Dataset entries
═══

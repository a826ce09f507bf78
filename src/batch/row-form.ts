/** The forms in which computed rows are written: CSV, JSON lines, a Markdown table, a table for the eye. */
import type { AnswerColumn } from './answer-columns.ts';
import { ANSWER_KEY, ERROR_COLUMN, OUTSIDE_COLUMN } from './batch-format.ts';
import type { ByteWriter } from './byte-writer.ts';
import type { Trouble } from './question-column.ts';
import type { RowAnswers } from './row-answers.ts';
import { quotedField } from './row-reader.ts';
import { roundedText } from './write-rounded.ts';

export interface RowForm {
  readonly begin: () => void;
  /** `texts` are numbers in the units that the names of their columns state. */
  readonly row: (texts: readonly string[], answers: RowAnswers, bad: Trouble | undefined) => void;
}

export interface FormSetup {
  readonly writer: ByteWriter;
  /** Names of the columns before the answers, units included. */
  readonly names: readonly string[];
  readonly columns: readonly AnswerColumn[];
  readonly marksOutside: boolean;
  readonly whole: boolean;
  readonly wording: (text: string) => string;
}

const LF = 10;
const said = ({ message, remedy }: Trouble): string => `${message}; ${remedy}`;

/** Text of an answer column; empty where there is no value. */
function valueText(answers: RowAnswers, i: number, digits: number): string {
  const value = answers.value(i);
  if (value === null) return '';
  return typeof value === 'number' && digits > 0 ? roundedText(value, digits) : String(value);
}

export function csvForm({ writer, names, columns, marksOutside, wording }: FormSetup): RowForm {
  const added = [...columns.map(({ name }) => name), ...(marksOutside ? [OUTSIDE_COLUMN] : []), ERROR_COLUMN];
  const field = (text: string): string => quotedField(text, ',');
  return {
    begin: () => writer.text(`${[...names, ...added].map(field).join(',')}\n`),
    row(texts, answers, bad) {
      for (const text of texts) {
        writer.text(text);
        writer.byte(44);
      }
      for (let i = 0; i < columns.length; i++) {
        const value = bad ? null : answers.value(i);
        if (typeof value === 'number') writer.number(value);
        else if (value !== null) writer.text(field(String(value)));
        writer.byte(44);
      }
      if (marksOutside) writer.text(`${bad ? '' : answers.outside},`);
      if (bad) writer.text(field(wording(said(bad))));
      writer.byte(LF);
    },
  };
}

export function jsonForm({ writer, names, columns, marksOutside, whole, wording }: FormSetup): RowForm {
  const key = (name: string): void => writer.text(`${JSON.stringify(name)}:`);
  return {
    begin: () => undefined,
    row(texts, answers, bad) {
      writer.byte(123);
      for (const [i, name] of names.entries()) {
        key(name);
        writer.text(`${texts[i] ?? 'null'},`);
      }
      for (const [i, { name }] of columns.entries()) {
        key(name);
        const value = bad ? null : answers.value(i);
        if (typeof value === 'number') writer.number(value);
        else writer.text(JSON.stringify(value));
        writer.byte(44);
      }
      if (marksOutside) writer.text(`"${OUTSIDE_COLUMN}":${JSON.stringify(bad ? null : answers.outside)},`);
      if (whole)
        writer.text(`"${ANSWER_KEY}":${JSON.stringify(bad ? null : (answers.whole ?? null), finite)},`);
      key(ERROR_COLUMN);
      writer.text(bad ? wording(JSON.stringify(bad)) : 'null');
      writer.text('}\n');
    },
  };
}

export const finite = (_: string, value: unknown): unknown =>
  typeof value === 'number' && !Number.isFinite(value) ? null : value;

export function markdownForm({ writer, names, columns, marksOutside, wording }: FormSetup): RowForm {
  const heads = [
    ...names,
    ...columns.map(({ name }) => name),
    ...(marksOutside ? [OUTSIDE_COLUMN] : []),
    ERROR_COLUMN,
  ];
  const line = (cells: readonly string[]): string =>
    `| ${cells.map((cell) => cell.replaceAll('|', '\\|')).join(' | ')} |\n`;
  return {
    begin: () =>
      writer.text(line(heads) + line(heads.map((name) => (name === ERROR_COLUMN ? '---' : '---:')))),
    row(texts, answers, bad) {
      const values = columns.map((_, i) => (bad ? '' : valueText(answers, i, writer.digits)));
      const outside = marksOutside ? [bad ? '' : answers.outside] : [];
      writer.text(line([...texts, ...values, ...outside, bad ? wording(said(bad)) : '']));
    },
  };
}

/** Columns under one another, as wide as their numbers can get; what is wrong with a point stands at the end of its line. */
export function plainForm(
  { writer, names, columns, marksOutside, wording }: FormSetup,
  widest: readonly number[],
): RowForm {
  const heads = [...names, ...columns.map(({ name }) => name), ...(marksOutside ? [OUTSIDE_COLUMN] : [])];
  // A sign, the point and an exponent beside the digits.
  const number = writer.digits + 7;
  const widths = heads.map((name, i) => Math.max(name.length, widest[i] ?? number));
  const line = (cells: readonly string[], end: string): string =>
    `${[...cells.map((cell, i) => cell.padStart(widths[i] ?? 0)), end].join('  ').trimEnd()}\n`;
  return {
    begin: () => writer.text(line(heads, '')),
    row(texts, answers, bad) {
      const values = columns.map((_, i) => (bad ? '-' : valueText(answers, i, writer.digits) || '-'));
      const outside = marksOutside ? [bad ? '' : answers.outside] : [];
      writer.text(line([...texts, ...values, ...outside], bad ? wording(said(bad)) : ''));
    },
  };
}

═══

> Aim of the task
This exercise calls for every record above to be written out again exactly.

> Result
repository a826ce09f507bf78
filename src/batch/row-form.ts
/** The forms in which computed rows are written: CSV, JSON lines, a Markdown table, a table for the eye. */
import type { AnswerColumn } from './answer-columns.ts';
import { ANSWER_KEY, ERROR_COLUMN, OUTSIDE_COLUMN } from './batch-format.ts';
import type { ByteWriter } from './byte-writer.ts';
import type { Trouble } from './question-column.ts';
import type { RowAnswers } from './row-answers.ts';
import { quotedField } from './row-reader.ts';
import { roundedText } from './write-rounded.ts';

export interface RowForm {
  readonly begin: () => void;
  /** `texts` are numbers in the units that the names of their columns state. */
  readonly row: (texts: readonly string[], answers: RowAnswers, bad: Trouble | undefined) => void;
}

export interface FormSetup {
  readonly writer: ByteWriter;
  /** Names of the columns before the answers, units included. */
  readonly names: readonly string[];
  readonly columns: readonly AnswerColumn[];
  readonly marksOutside: boolean;
  readonly whole: boolean;
  readonly wording: (text: string) => string;
}

const LF = 10;
const said = ({ message, remedy }: Trouble): string => `${message}; ${remedy}`;

/** Text of an answer column; empty where there is no value. */
function valueText(answers: RowAnswers, i: number, digits: number): string {
  const value = answers.value(i);
  if (value === null) return '';
  return typeof value === 'number' && digits > 0 ? roundedText(value, digits) : String(value);
}

export function csvForm({ writer, names, columns, marksOutside, wording }: FormSetup): RowForm {
  const added = [...columns.map(({ name }) => name), ...(marksOutside ? [OUTSIDE_COLUMN] : []), ERROR_COLUMN];
  const field = (text: string): string => quotedField(text, ',');
  return {
    begin: () => writer.text(`${[...names, ...added].map(field).join(',')}\n`),
    row(texts, answers, bad) {
      for (const text of texts) {
        writer.text(text);
        writer.byte(44);
      }
      for (let i = 0; i < columns.length; i++) {
        const value = bad ? null : answers.value(i);
        if (typeof value === 'number') writer.number(value);
        else if (value !== null) writer.text(field(String(value)));
        writer.byte(44);
      }
      if (marksOutside) writer.text(`${bad ? '' : answers.outside},`);
      if (bad) writer.text(field(wording(said(bad))));
      writer.byte(LF);
    },
  };
}

export function jsonForm({ writer, names, columns, marksOutside, whole, wording }: FormSetup): RowForm {
  const key = (name: string): void => writer.text(`${JSON.stringify(name)}:`);
  return {
    begin: () => undefined,
    row(texts, answers, bad) {
      writer.byte(123);
      for (const [i, name] of names.entries()) {
        key(name);
        writer.text(`${texts[i] ?? 'null'},`);
      }
      for (const [i, { name }] of columns.entries()) {
        key(name);
        const value = bad ? null : answers.value(i);
        if (typeof value === 'number') writer.number(value);
        else writer.text(JSON.stringify(value));
        writer.byte(44);
      }
      if (marksOutside) writer.text(`"${OUTSIDE_COLUMN}":${JSON.stringify(bad ? null : answers.outside)},`);
      if (whole)
        writer.text(`"${ANSWER_KEY}":${JSON.stringify(bad ? null : (answers.whole ?? null), finite)},`);
      key(ERROR_COLUMN);
      writer.text(bad ? wording(JSON.stringify(bad)) : 'null');
      writer.text('}\n');
    },
  };
}

export const finite = (_: string, value: unknown): unknown =>
  typeof value === 'number' && !Number.isFinite(value) ? null : value;

export function markdownForm({ writer, names, columns, marksOutside, wording }: FormSetup): RowForm {
  const heads = [
    ...names,
    ...columns.map(({ name }) => name),
    ...(marksOutside ? [OUTSIDE_COLUMN] : []),
    ERROR_COLUMN,
  ];
  const line = (cells: readonly string[]): string =>
    `| ${cells.map((cell) => cell.replaceAll('|', '\\|')).join(' | ')} |\n`;
  return {
    begin: () =>
      writer.text(line(heads) + line(heads.map((name) => (name === ERROR_COLUMN ? '---' : '---:')))),
    row(texts, answers, bad) {
      const values = columns.map((_, i) => (bad ? '' : valueText(answers, i, writer.digits)));
      const outside = marksOutside ? [bad ? '' : answers.outside] : [];
      writer.text(line([...texts, ...values, ...outside, bad ? wording(said(bad)) : '']));
    },
  };
}

/** Columns under one another, as wide as their numbers can get; what is wrong with a point stands at the end of its line. */
export function plainForm(
  { writer, names, columns, marksOutside, wording }: FormSetup,
  widest: readonly number[],
): RowForm {
  const heads = [...names, ...columns.map(({ name }) => name), ...(marksOutside ? [OUTSIDE_COLUMN] : [])];
  // A sign, the point and an exponent beside the digits.
  const number = writer.digits + 7;
  const widths = heads.map((name, i) => Math.max(name.length, widest[i] ?? number));
  const line = (cells: readonly string[], end: string): string =>
    `${[...cells.map((cell, i) => cell.padStart(widths[i] ?? 0)), end].join('  ').trimEnd()}\n`;
  return {
    begin: () => writer.text(line(heads, '')),
    row(texts, answers, bad) {
      const values = columns.map((_, i) => (bad ? '-' : valueText(answers, i, writer.digits) || '-'));
      const outside = marksOutside ? [bad ? '' : answers.outside] : [];
      writer.text(line([...texts, ...values, ...outside], bad ? wording(said(bad)) : ''));
    },
  };
}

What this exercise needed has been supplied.